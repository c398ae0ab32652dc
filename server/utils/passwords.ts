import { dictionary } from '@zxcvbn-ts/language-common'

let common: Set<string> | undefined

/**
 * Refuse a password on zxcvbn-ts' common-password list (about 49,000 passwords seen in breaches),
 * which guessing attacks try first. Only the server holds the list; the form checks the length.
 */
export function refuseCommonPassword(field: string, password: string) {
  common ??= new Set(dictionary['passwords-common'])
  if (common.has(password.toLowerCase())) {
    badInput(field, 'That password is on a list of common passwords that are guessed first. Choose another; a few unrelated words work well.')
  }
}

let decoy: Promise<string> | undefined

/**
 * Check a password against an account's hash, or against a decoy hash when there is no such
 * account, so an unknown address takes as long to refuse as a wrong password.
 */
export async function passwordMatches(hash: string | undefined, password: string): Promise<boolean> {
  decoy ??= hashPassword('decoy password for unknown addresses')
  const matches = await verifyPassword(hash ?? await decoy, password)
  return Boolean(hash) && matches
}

...

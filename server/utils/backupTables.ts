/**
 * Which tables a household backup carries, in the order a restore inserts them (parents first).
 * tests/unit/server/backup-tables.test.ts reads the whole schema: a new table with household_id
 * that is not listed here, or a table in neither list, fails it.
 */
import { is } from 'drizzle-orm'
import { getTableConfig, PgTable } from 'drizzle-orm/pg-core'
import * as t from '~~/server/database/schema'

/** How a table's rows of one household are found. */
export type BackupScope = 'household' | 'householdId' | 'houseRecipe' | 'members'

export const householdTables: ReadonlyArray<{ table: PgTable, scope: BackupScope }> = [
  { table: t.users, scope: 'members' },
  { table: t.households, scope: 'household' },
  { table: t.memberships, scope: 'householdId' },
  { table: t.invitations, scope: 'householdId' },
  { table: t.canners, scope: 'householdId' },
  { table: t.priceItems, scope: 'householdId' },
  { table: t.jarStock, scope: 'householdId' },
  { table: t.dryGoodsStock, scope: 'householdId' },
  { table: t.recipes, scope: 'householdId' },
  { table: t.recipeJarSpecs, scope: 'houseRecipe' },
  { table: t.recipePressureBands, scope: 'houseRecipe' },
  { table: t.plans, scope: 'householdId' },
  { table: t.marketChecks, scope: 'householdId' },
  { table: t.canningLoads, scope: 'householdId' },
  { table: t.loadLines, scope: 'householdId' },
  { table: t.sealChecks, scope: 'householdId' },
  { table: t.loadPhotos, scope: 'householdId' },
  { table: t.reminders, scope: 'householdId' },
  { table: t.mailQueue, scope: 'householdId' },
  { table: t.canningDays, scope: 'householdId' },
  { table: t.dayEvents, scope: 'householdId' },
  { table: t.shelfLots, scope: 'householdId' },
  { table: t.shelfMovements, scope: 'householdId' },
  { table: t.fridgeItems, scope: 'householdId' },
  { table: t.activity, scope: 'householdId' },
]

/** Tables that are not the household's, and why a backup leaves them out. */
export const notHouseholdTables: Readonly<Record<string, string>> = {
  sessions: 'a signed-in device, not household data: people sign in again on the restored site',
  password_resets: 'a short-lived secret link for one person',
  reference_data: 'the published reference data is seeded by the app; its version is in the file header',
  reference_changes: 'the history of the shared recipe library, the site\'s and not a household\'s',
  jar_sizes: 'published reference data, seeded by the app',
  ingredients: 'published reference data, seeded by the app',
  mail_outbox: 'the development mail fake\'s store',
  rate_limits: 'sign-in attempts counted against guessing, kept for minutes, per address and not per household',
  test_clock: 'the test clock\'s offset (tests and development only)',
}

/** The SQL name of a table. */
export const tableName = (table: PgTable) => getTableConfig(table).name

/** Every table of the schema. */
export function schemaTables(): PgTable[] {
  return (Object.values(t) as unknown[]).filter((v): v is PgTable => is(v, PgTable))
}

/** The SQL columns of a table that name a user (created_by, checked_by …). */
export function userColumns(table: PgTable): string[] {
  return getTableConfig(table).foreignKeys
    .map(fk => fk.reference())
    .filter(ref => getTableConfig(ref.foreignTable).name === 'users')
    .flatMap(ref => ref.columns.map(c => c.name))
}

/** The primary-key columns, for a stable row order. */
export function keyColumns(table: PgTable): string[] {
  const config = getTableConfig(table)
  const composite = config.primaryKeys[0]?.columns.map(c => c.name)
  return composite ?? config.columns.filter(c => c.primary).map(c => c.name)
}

*Problem details*.
Output exactly the lines of the material above from the one containing "repository c398ae0ab32652dc" up to and including the one containing "Refuse a password".

*Problem solution*.
repository c398ae0ab32652dc
filename server/utils/passwords.ts
import { dictionary } from '@zxcvbn-ts/language-common'

let common: Set<string> | undefined

/**
 * Refuse a password on zxcvbn-ts' common-password list (about 49,000 passwords seen in breaches),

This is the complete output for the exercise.